The Washington financier who first proposed creation of a trust
fund to retire the national debt has written a book outlining a new
plan that would prevent Congress from raiding the fund to
supplement the cost of regular government programs. In 1982 he
suggested a temporary 5% tax on manufacturers sales. The income
would go into a debt trust fund similar to the highway trust fund.
The $1 trillion federal debt would have been retired in five years
(by 1985 or 1986) under that proposal. In the past decade, however,
federal trust fund have not fared as well. For example,
contributions to the social security fund essentially are borrowed
for the regular budget. The trust fund contains federal I.O.U.s. A
special tax that raised secure funds exclusively for debt
retirement might well get public support. Without federal interest
payments, the 1992 federal deficit would have been cut to $114
billion from $314 billion.
Washington banker and attorney Charles W. Steadman, who made the
1982 proposal, now has eliminated the trust fund from his method of
paying off the debt. In "The National Debt Conclusion: Establishing
the Debt Repayment Plan," (Praeger Publishers, November 1993),
Steadman lays out his proposal to eliminate the debt in ten years.

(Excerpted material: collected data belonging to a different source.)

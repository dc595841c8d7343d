import type {
  FleetInput,
  MaintenanceEntry,
  Policy,
  PolicyInput,
  Powertrain,
  VehicleConfigInput,
} from '@thermargin/shared';
import { resolvePolicy } from '@thermargin/shared';
import { AIRSIDE_DEFAULTS, type Airside } from '../radiator/airside.ts';

/** A vehicle from the fleet file with every default filled in: what the core computes with. */
export interface VehicleModel {
  id: string;
  type: string;
  powertrain: Powertrain;
  drivetrain_efficiency: number;
  coolant_heat_fraction: number;
  radiator_area_m2: number;
  coolant_limit_c: number;
  thermostat_open_c: number;
  thermostat_full_open_c: number;
  thermal_mass_kj_per_k: number;
  /** s: first-order time constant of the coolant temperature sensors; 0 when unknown (default). */
  coolant_sensor_lag_s: number;
  coolant_glycol_pct: number;
  design: VehicleConfigInput['design'];
  bench_k_w_m2k: { ram: number; fan: number } | null;
  airside: Airside;
  /** Where each air-side figure came from before the vehicle stage learns them. */
  airside_basis: Record<
    'ram_face_ratio' | 'fan_face_velocity_ms' | 'velocity_exponent',
    'fleet_file' | 'default'
  >;
  /** kW: unmeasured steady heat into the loop; the fleet file's aux_heat_kw, else 0. */
  aux_heat_kw: number;
  /** Whether aux_heat_kw came from the fleet file (then it is known, not estimated). */
  aux_heat_known: boolean;
  route_max_ambient_c: number | null;
  /** The fleet file's model a vehicle-stage model was learned from (core/vehicle/learn.ts); absent otherwise. */
  learned_from?: VehicleModel;
  maintenance: MaintenanceEntry[];
  policy: Policy;
}

/**
 * Share of the energy input that lands in the coolant loop when the fleet file does not say:
 * electric drivetrains lose (1 − η) and nearly all of it to the coolant; combustion engines follow the
 * one-third rule (common practice: a third each to shaft, coolant and exhaust).
 */
export function defaultCoolantHeatFraction(powertrain: Powertrain, drivetrain_efficiency: number): number {
  return powertrain === 'ice' ? 1 / 3 : 1 - drivetrain_efficiency;
}

/**
 * °C at which the thermostat is taken as fully open when the fleet file does not say: 10 K above
 * start-to-open (wax elements travel over about 10–15 K, from memory), but never more than 60 % of the
 * way to the coolant limit, so a tight loop keeps some valid range.
 */
export function defaultThermostatFullOpen_c(open_c: number, limit_c: number): number {
  return open_c + Math.min(10, 0.6 * (limit_c - open_c));
}

function airsideBasis(given: Partial<Airside> | undefined): VehicleModel['airside_basis'] {
  const of = (k: keyof VehicleModel['airside_basis']) =>
    given?.[k] === undefined ? 'default' : 'fleet_file';
  return {
    ram_face_ratio: of('ram_face_ratio'),
    fan_face_velocity_ms: of('fan_face_velocity_ms'),
    velocity_exponent: of('velocity_exponent'),
  };
}

export function resolveVehicle(v: VehicleConfigInput, fleetPolicy?: PolicyInput): VehicleModel {
  const maintenance = [...(v.maintenance ?? [])].sort((a, b) => a.date.localeCompare(b.date));
  const route =
    v.route_max_ambient_c ?? v.policy?.route_max_ambient_c ?? fleetPolicy?.route_max_ambient_c ?? null;
  return {
    id: v.id,
    type: v.type ?? v.powertrain,
    powertrain: v.powertrain,
    drivetrain_efficiency: v.drivetrain_efficiency,
    coolant_heat_fraction:
      v.coolant_heat_fraction ?? defaultCoolantHeatFraction(v.powertrain, v.drivetrain_efficiency),
    radiator_area_m2: v.radiator_area_m2,
    coolant_limit_c: v.coolant_limit_c,
    thermostat_open_c: v.thermostat_open_c,
    thermostat_full_open_c:
      v.thermostat_full_open_c ?? defaultThermostatFullOpen_c(v.thermostat_open_c, v.coolant_limit_c),
    thermal_mass_kj_per_k: v.thermal_mass_kj_per_k,
    coolant_sensor_lag_s: v.coolant_sensor_lag_s ?? 0,
    coolant_glycol_pct: v.coolant_glycol_pct,
    design: v.design,
    bench_k_w_m2k: v.bench_k_w_m2k ?? null,
    airside: { ...AIRSIDE_DEFAULTS, ...v.airside },
    airside_basis: airsideBasis(v.airside),
    aux_heat_kw: v.aux_heat_kw ?? 0,
    aux_heat_known: v.aux_heat_kw !== undefined,
    route_max_ambient_c: route,
    maintenance,
    policy: resolvePolicy(fleetPolicy, v.policy, { route_max_ambient_c: route }),
  };
}

export function resolveFleet(f: FleetInput): VehicleModel[] {
  return f.vehicles.map((v) => resolveVehicle(v, f.policy));
}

Steadman would issue new debt bonds for existing federal government
debt securities in a single exchange. A sales tax at the producers'
level would be dedicated solely to paying off the new debt bonds on
schedule. There would be no trust fund. The rate of the sales tax
would be scheduled to raise only enough money each year to call the
bonds scheduled for retirement in that year. The debt bonds could
be retired only by income from the special purpose tax. Steadman's
plan establishes a contract between the government and the
bondholders, who would have no claim on general funds of the United
States. The Congress would have no way to borrow from the debt
retirement receipts. Steadman argues that America must adopt a
fundamentally different fiscal structure before the debt burden
ultimately causes collapse of the nation's financial structure.